Mas não é esse o meu maior elogio ao escritor. Na realidade o que torna o livro tão bem escrito são as situações narradas, e toda a ação cadenciada que há na série (a mesma coisa ocorreu no primeiro livro - leia a resenha aqui). Também há o começo, o meio e o fecho, nos apresentando o clímax e resolvendo-o. A série é constituída de muitos livros (tipo HoN, sabem?) e até agora eles possuem um final, não deixando os leitores ávidos pela continuação (o que só atrapalha, pois eu sempre esqueço os detalhes até o lançamento hahaha), sempre existindo ótimos pretextos para o começo da história do livro seguinte.

Por exemplo, neste volume James recebe uma missão importantíssima, mesmo depois de aprontar em suas férias. Muito mais perigosa do que a aventura do primeiro livro, ele e mais outros cinco colegas espiões têm que desvendar os esquemas e trapaças que ocorrem em torno (e dentro, também) da GKM (Gangue de Keith Moore), uma "empresa" de narcotráfico. Assim, o assunto abordado pelo autor é muito mais polêmico e perigoso em seu contexto: os espiões juvenis possuem um trabalho bem mais traiçoeiro e complicado.

Ele sabia que coce deixava as pessoas altas, mas nunca tinha se dado conta de que podia fazê-las agir como completos doidos sem noção.

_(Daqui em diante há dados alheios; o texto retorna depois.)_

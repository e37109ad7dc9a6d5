package layout

import (
	"math/rand/v2"
	"testing"
)

// Kept estimates give the scan, its bounds and the column's bytes to the bit (and a
// bound from their total under the floor): a sweep
// reads them instead of estimating the widest column again, and its outputs must not
// move. Random columns, partitions, engines and table sizes (some not the partitions'
// sum, where For refuses them); one Estimated is reused across cases, as a sweep does.
func TestEstimatedIsTheScanItKeeps(t *testing.T) {
	r := rand.New(rand.NewPCG(7, 11))
	var es Estimated
	refused := 0
	for n := range 3000 {
		c, parts, rows, e := randomScan(r, 0)
		tableRows := rows
		switch r.IntN(4) {
		case 0:
			tableRows = 0
		case 1:
			tableRows = rows + 1 + r.Int64N(1000)
		}
		var memo Smaller
		if got, want := es.Estimate(c, parts, e.SegmentRows, &memo), ColumnBytes(c, parts, e.SegmentRows); got != want {
			t.Fatalf("case %d: kept bytes %v, ColumnBytes %v", n, got, want)
		}
		if !es.For(tableRows, e) {
			if tableRows == rows || tableRows == 0 {
				t.Fatalf("case %d: refused for the partitions' own rows", n)
			}
			refused++
			continue
		}
		if tableRows != rows && tableRows != 0 {
			t.Fatalf("case %d: kept for %d table rows, made for %d", n, tableRows, rows)
		}
		if got, want := es.Scan(e), ScanColumn(c, tableRows, parts, e); got != want {
			t.Fatalf("case %d: kept scan %+v, ScanColumn %+v", n, got, want)
		}
		f1, c1 := es.Bounds(e)
		if f2, c2 := ScanBounds(c, tableRows, parts, e, nil); f1 != f2 || c1 != c2 {
			t.Fatalf("case %d: kept bounds [%v, %v], ScanBounds [%v, %v]", n, f1, c1, f2, c2)
		}
		// Least, from the total alone, is under the floor of the column itself (and so of
		// any wider one): the same task times, summed in another order.
		if least := es.Least(e); least > f1*(1+1e-9) {
			t.Fatalf("case %d: least %v above the floor %v", n, least, f1)
		}
		other := e
		other.SegmentRows *= 2
		if es.For(tableRows, other) {
			t.Fatalf("case %d: kept for another capacity", n)
		}
	}
	if refused == 0 {
		t.Fatal("no case had table rows other than its partitions'")
	}
}
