package layout

import (
	"math"
	"math/rand/v2"
	"strconv"
	"testing"

	"github.com/scangate/scangate/schema"
)

// bruteSchedule is list scheduling written the obvious way: one task at a time to
// the least-loaded core, ties to the lowest index.
func bruteSchedule(groups []TaskGroup, cores int) float64 {
	load := make([]float64, cores)
	for _, g := range groups {
		for range g.Count {
			best := 0
			for i := range load {
				if load[i] < load[best] {
					best = i
				}
			}
			load[best] += g.Ms
		}
	}
	ms := 0.0
	for _, l := range load {
		ms = max(ms, l)
	}
	return ms
}

func randomGroups(r *rand.Rand, maxCount int64) []TaskGroup {
	ms := []float64{0, 0.5, 1, 1.5, 2.25, 3}
	g := make([]TaskGroup, 1+r.IntN(6))
	for i := range g {
		g[i].Count = r.Int64N(maxCount + 1)
		if r.IntN(2) == 0 {
			g[i].Ms = ms[r.IntN(len(ms))] // equal durations make ties
		} else {
			g[i].Ms = r.Float64() * 10
		}
	}
	return g
}

func TestScheduleMatchesBruteForce(t *testing.T) {
	// Source: brute-force one-task-at-a-time simulation of list scheduling.
	r := rand.New(rand.NewPCG(1966, 2))
	for i := range 3000 {
		cores := 1 + r.IntN(12)
		groups := randomGroups(r, 300) // counts above 4*cores take the bulk path
		got, _ := Schedule(groups, cores)
		want := bruteSchedule(groups, cores)
		if math.Abs(got-want) > 1e-9*max(1, want) {
			t.Fatalf("case %d: cores %d groups %v: makespan %v, brute force %v", i, cores, groups, got, want)
		}
	}
	// More cores, larger groups.
	for i := range 300 {
		cores := 1 + r.IntN(64)
		groups := randomGroups(r, 1000)
		got, _ := Schedule(groups, cores)
		if want := bruteSchedule(groups, cores); math.Abs(got-want) > 1e-9*max(1, want) {
			t.Fatalf("wide case %d: cores %d groups %v: makespan %v, brute force %v", i, cores, groups, got, want)
		}
	}
	// Bulk path after uneven loads, many tasks.
	groups := []TaskGroup{{7, 3.3}, {1, 11}, {3, 0.7}, {100_000, 1.1}, {2, 5}, {50_000, 0.37}}
	for _, cores := range []int{1, 2, 5, 7, 64} {
		got, _ := Schedule(groups, cores)
		if want := bruteSchedule(groups, cores); math.Abs(got-want) > 1e-9*want {
			t.Errorf("cores %d: makespan %v, brute force %v", cores, got, want)
		}
	}
}

func TestScheduleGrahamBound(t *testing.T) {
	// Source: Graham (1966): list scheduling on k machines is within (2 - 1/k) of the
	// optimum; bound <= OPT, so makespan <= (2 - 1/k) * bound, and never below bound.
	r := rand.New(rand.NewPCG(1966, 1))
	for range 3000 {
		k := 1 + r.IntN(64)
		groups := randomGroups(r, 1000)
		ms, bound := Schedule(groups, k)
		if ms > (2-1/float64(k))*bound*(1+1e-12) || ms < bound*(1-1e-12) {
			t.Fatalf("k=%d groups %v: makespan %v outside [bound, (2-1/k) bound], bound %v", k, groups, ms, bound)
		}
	}
}

func TestScheduleEdges(t *testing.T) {
	// Spec: zero counts and zero durations cost nothing.
	if ms, b := Schedule(nil, 8); ms != 0 || b != 0 {
		t.Errorf("empty: %v %v", ms, b)
	}
	if ms, b := Schedule([]TaskGroup{{0, 5}, {10, 0}, {3, -1}, {4, math.NaN()}}, 4); ms != 0 || b != 0 {
		t.Errorf("free tasks: %v %v", ms, b)
	}
	// 10^9 tasks of 1 ms on 8 cores: 1.25e8 ms each, exactly.
	if ms, b := Schedule([]TaskGroup{{1e9, 1}}, 8); ms != 1.25e8 || b != 1.25e8 {
		t.Errorf("1e9 tasks: %v %v, want 1.25e8", ms, b)
	}
	// One long task: the bound is the longest task. 9 tasks of 1 on 8 cores after it.
	if ms, b := Schedule([]TaskGroup{{1, 10}, {9, 1}}, 8); ms != 10 || b != 10 {
		t.Errorf("long task: %v %v, want 10 10", ms, b)
	}
	// 4096 cores, cores < 1 counts as 1.
	if ms, _ := Schedule([]TaskGroup{{4096 * 3, 2}}, 4096); ms != 6 {
		t.Errorf("4096 cores: %v, want 6", ms)
	}
	if ms, _ := Schedule([]TaskGroup{{3, 2}}, 0); ms != 6 {
		t.Errorf("0 cores: %v, want 6", ms)
	}
}

func BenchmarkSchedule(b *testing.B) {
	// 10^9 tasks in 3 groups must not be simulated task by task.
	groups := []TaskGroup{{400_000_000, 1.5 + 0.65}, {1, 1.9}, {600_000_000, 1.5 + 0.61}}
	for _, cores := range []int{8, 4096} {
		b.Run("cores="+strconv.Itoa(cores), func(b *testing.B) {
			for b.Loop() {
				Schedule(groups, cores)
			}
		})
	}
}

func BenchmarkScanColumn(b *testing.B) {
	// A million day partitions with growth: a million distinct part-empty segment sizes.
	parts, err := Expand(timeTable(1e15, 0.15, schema.Tier{Grain: schema.Day, Keep: MaxPartitions}))
	if err != nil {
		b.Fatal(err)
	}
	e := schema.Engine{SegmentRows: 1 << 23, Cores: 8, SegmentOverheadMs: 1.5, ScanMBPerS: 200}
	c := schema.Column{Type: "int64", Distinct: 400_000}
	for b.Loop() {
		ScanColumn(c, 1e15, parts, e)
	}
}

De forma ácida e impiedosa, o livro ainda toca no assunto da corrupção e da droga no Brasil:

- Onze milhões de dólares rendem muito na América do Sul. Eu aposto no Brasil. É fácil desaparecer em um país com 200 milhões de habitantes. Ele pode comprar uma identidade nova de algum representante do governo corrupto, talvez até fazer cirurgia plástica para mudar a aparência.

A escrita de Robert é muito fluída. Assim que acostumado, o leitor não terá grandes problemas com ela. Uma leitura gostosa, atraente e com uma moral implícita por trás de um assunto tão problemático: as drogas.
continue lendo »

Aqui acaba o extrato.